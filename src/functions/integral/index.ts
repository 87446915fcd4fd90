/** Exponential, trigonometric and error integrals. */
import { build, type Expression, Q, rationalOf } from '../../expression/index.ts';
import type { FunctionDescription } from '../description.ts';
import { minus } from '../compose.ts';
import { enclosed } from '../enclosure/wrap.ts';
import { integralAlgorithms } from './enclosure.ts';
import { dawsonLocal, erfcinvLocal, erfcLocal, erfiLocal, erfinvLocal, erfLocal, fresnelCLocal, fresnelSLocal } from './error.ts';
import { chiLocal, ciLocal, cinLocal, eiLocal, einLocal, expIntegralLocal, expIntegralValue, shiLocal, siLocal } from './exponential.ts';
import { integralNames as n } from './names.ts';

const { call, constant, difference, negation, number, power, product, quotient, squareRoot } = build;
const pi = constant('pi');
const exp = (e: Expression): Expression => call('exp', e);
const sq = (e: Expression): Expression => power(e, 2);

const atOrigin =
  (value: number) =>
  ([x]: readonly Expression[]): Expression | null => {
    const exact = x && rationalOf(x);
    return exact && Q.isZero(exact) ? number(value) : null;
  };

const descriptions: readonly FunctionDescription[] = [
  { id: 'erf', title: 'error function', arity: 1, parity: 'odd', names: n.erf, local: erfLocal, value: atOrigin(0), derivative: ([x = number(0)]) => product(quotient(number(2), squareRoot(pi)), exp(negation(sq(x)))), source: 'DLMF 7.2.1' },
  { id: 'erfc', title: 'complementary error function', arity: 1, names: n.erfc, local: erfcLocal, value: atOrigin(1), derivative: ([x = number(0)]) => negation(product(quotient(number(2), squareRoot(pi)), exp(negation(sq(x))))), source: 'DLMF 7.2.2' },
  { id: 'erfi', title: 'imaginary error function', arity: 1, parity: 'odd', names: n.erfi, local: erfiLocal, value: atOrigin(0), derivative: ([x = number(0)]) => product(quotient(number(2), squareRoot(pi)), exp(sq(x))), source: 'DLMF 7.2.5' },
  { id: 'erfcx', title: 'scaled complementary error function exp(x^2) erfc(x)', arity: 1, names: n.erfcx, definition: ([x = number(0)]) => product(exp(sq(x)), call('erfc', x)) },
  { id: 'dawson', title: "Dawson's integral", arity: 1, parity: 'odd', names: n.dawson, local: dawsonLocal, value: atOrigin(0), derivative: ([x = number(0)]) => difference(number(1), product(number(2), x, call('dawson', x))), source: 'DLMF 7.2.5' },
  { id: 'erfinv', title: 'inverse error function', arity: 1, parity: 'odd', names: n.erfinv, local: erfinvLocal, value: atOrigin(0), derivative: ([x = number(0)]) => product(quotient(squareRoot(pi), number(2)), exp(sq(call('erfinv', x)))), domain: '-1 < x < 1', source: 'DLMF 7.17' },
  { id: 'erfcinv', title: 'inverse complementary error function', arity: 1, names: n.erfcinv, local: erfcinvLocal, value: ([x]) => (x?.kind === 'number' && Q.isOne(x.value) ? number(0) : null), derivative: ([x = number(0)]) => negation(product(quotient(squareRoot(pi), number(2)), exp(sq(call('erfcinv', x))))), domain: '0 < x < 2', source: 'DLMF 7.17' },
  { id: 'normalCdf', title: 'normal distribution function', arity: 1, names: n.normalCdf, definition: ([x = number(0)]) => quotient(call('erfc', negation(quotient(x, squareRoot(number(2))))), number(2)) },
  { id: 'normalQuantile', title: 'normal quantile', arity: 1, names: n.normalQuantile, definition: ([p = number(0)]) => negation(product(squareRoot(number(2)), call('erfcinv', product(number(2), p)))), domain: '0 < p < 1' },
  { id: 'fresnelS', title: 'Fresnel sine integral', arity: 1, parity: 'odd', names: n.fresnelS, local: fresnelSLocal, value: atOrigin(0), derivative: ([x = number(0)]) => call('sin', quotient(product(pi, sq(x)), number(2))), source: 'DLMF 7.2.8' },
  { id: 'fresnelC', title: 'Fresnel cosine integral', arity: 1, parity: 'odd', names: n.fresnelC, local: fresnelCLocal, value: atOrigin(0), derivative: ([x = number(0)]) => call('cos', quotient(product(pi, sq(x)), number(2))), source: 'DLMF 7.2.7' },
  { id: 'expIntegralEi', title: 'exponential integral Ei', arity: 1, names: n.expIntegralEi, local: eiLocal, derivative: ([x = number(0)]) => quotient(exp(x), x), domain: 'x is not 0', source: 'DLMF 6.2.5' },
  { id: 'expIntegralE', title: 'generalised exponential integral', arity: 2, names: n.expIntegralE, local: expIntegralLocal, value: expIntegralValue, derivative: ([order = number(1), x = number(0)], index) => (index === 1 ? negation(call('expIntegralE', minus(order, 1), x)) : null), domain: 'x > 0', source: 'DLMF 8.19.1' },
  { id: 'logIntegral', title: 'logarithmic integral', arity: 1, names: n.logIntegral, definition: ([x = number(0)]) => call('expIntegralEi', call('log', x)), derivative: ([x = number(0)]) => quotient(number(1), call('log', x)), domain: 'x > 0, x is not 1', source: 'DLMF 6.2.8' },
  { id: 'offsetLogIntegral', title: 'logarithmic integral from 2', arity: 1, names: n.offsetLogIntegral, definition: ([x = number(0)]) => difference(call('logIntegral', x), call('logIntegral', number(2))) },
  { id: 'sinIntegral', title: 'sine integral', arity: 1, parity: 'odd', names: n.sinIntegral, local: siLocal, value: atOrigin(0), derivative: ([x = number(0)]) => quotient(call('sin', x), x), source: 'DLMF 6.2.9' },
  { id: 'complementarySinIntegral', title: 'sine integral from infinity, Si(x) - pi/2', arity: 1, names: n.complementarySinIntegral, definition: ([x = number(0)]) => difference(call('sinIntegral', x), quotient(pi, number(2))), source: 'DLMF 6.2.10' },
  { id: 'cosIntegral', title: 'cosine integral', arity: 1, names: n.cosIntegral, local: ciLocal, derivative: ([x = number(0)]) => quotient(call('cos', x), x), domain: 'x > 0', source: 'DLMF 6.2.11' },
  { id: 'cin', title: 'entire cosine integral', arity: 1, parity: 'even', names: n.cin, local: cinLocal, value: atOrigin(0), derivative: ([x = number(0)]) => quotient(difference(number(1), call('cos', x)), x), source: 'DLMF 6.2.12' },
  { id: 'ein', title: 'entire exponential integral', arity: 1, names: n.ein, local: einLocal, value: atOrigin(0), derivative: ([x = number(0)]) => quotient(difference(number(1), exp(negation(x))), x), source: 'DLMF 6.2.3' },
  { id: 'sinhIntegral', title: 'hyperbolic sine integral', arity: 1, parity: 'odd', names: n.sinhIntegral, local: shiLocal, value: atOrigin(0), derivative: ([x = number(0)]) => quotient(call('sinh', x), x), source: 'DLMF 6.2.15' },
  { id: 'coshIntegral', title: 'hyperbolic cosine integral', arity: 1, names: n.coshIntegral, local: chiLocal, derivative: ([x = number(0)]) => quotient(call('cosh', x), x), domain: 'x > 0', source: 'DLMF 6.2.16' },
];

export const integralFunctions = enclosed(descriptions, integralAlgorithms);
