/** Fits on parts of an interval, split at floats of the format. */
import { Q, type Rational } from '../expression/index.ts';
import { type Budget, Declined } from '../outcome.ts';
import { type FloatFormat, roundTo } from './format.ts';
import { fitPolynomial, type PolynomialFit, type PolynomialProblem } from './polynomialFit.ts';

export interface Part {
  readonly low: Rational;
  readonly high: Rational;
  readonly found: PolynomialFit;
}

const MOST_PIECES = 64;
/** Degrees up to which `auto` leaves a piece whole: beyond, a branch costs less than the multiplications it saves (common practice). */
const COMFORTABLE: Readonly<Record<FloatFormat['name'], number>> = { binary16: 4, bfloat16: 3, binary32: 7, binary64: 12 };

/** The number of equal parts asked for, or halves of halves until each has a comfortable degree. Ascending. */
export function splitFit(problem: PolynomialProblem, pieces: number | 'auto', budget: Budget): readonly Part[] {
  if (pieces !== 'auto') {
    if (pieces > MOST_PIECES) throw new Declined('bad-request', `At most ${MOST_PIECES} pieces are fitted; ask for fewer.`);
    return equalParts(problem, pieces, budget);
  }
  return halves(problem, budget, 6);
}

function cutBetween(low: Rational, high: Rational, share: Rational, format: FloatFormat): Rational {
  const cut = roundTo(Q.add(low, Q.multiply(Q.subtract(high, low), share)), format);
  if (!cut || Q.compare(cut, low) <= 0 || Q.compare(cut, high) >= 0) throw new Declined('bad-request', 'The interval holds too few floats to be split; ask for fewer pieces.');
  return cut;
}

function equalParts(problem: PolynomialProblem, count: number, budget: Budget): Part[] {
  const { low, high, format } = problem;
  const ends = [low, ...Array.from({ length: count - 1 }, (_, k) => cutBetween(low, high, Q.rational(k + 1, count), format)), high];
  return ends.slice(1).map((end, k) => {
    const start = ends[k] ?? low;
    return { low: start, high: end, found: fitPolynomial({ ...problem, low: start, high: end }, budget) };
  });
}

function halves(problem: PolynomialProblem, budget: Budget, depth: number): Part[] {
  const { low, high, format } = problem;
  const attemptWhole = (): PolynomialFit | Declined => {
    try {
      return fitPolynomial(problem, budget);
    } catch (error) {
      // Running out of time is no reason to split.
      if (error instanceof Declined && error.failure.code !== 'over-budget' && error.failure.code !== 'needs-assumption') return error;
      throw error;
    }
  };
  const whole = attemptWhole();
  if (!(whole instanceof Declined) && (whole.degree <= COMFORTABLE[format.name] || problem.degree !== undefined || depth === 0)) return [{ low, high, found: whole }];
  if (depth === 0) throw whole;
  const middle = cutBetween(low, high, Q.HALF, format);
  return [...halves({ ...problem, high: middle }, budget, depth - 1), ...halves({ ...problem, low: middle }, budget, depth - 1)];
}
***
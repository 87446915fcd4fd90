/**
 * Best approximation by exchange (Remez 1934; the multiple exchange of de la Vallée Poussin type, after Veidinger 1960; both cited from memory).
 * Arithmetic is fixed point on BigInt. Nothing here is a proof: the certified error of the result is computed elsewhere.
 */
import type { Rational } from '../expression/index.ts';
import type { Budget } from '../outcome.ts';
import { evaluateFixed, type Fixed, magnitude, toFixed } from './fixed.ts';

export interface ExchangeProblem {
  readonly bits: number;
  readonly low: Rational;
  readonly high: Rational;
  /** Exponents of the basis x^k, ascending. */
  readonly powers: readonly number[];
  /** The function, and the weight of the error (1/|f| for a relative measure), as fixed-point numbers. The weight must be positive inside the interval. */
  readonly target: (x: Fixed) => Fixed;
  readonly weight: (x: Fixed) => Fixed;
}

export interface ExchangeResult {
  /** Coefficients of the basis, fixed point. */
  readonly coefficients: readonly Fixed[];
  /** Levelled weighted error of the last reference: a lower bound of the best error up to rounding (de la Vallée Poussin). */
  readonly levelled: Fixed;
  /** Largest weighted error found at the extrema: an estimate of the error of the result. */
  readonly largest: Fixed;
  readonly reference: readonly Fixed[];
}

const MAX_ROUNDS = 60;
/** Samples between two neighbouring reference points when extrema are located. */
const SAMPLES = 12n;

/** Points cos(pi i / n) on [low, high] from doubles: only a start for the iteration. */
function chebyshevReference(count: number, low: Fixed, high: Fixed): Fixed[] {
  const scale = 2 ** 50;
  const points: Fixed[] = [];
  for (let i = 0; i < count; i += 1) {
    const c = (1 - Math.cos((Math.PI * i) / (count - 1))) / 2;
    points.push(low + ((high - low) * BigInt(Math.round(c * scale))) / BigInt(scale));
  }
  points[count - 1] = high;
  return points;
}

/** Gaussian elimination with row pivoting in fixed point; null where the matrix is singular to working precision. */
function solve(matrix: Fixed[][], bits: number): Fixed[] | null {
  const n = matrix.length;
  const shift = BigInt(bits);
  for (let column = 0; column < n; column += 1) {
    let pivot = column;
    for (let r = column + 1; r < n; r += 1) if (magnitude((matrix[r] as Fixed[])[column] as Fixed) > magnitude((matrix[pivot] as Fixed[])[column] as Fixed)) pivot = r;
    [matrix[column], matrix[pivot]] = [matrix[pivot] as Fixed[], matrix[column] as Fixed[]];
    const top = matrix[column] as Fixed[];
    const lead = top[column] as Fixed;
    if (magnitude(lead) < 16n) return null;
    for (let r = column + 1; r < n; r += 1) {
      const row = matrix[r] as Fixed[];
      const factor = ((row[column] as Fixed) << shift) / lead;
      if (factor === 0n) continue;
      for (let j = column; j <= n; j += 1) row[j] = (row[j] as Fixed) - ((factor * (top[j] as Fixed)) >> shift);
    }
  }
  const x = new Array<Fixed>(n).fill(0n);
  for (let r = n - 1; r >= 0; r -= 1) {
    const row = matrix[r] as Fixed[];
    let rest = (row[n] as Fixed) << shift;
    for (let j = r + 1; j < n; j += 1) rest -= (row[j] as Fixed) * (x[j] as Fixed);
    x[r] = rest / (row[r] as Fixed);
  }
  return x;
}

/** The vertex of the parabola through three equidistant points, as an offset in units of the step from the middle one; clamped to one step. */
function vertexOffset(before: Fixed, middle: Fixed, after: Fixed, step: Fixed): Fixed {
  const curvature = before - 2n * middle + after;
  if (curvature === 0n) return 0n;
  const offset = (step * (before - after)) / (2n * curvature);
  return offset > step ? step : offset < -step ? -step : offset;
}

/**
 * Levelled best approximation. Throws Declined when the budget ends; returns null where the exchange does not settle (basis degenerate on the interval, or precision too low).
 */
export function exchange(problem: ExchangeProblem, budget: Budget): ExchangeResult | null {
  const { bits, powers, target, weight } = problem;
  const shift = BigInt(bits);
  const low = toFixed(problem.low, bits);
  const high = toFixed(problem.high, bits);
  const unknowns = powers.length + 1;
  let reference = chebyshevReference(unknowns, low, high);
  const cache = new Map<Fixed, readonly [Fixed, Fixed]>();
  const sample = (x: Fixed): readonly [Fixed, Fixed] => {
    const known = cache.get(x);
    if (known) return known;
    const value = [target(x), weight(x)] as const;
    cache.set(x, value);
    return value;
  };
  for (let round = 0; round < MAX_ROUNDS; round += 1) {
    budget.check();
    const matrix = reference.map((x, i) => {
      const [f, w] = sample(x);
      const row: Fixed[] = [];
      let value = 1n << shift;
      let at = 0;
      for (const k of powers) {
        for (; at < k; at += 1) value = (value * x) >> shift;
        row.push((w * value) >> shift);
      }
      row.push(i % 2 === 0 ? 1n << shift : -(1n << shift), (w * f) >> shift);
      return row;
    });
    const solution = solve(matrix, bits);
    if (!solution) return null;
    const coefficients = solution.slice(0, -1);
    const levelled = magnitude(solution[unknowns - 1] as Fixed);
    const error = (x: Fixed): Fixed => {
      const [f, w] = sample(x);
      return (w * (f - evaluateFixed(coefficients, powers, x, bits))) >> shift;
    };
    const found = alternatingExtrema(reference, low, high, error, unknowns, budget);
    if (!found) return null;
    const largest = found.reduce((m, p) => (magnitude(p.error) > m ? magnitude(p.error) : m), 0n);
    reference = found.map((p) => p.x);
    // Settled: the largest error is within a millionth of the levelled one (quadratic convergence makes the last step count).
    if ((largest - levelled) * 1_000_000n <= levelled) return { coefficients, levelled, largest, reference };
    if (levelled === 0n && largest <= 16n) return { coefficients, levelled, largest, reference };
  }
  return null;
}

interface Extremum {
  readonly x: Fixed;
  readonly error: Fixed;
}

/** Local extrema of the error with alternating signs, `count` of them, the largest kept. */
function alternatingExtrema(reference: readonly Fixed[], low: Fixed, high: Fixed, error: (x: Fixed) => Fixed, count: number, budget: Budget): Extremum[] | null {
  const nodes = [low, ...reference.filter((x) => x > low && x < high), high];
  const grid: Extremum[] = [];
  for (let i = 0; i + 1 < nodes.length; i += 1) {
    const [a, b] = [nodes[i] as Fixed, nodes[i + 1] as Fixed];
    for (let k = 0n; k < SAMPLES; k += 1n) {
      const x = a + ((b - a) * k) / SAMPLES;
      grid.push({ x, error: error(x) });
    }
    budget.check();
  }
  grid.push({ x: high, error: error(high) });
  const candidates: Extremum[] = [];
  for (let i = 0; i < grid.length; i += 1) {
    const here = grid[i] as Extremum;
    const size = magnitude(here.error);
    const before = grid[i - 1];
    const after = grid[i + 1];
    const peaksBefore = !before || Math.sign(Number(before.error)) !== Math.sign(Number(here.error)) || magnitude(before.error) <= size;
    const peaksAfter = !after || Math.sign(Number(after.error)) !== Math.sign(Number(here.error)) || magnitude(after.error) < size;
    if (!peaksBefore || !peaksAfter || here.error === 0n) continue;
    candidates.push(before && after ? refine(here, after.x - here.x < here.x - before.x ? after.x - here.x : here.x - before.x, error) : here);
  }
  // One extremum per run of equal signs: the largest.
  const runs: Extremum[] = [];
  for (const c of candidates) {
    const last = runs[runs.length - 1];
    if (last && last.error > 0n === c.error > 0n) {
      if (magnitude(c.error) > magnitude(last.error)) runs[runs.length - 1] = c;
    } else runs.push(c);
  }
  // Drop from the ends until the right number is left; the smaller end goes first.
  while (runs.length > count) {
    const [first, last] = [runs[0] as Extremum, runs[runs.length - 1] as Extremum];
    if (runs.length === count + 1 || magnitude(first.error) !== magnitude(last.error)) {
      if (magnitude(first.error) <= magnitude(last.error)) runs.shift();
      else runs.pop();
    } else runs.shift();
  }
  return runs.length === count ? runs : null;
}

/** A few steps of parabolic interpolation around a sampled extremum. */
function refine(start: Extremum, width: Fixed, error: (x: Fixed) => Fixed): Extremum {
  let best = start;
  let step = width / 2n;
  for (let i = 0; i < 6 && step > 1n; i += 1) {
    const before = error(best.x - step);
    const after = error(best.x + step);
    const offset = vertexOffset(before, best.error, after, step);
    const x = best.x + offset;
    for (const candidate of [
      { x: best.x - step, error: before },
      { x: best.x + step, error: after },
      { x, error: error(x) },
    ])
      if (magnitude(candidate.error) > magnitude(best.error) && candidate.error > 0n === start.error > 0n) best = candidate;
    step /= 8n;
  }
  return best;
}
***
Look through the entries and find each line that has the string "normal". Copy those lines.

# [Result]
  { id: 'normalCdf', title: 'normal distribution function', arity: 1, names: n.normalCdf, definition: ([x = number(0)]) => quotient(call('erfc', negation(quotient(x, squareRoot(number(2))))), number(2)) },
  { id: 'normalQuantile', title: 'normal quantile', arity: 1, names: n.normalQuantile, definition: ([p = number(0)]) => negation(product(squareRoot(number(2)), call('erfcinv', product(number(2), p)))), domain: '0 < p < 1' },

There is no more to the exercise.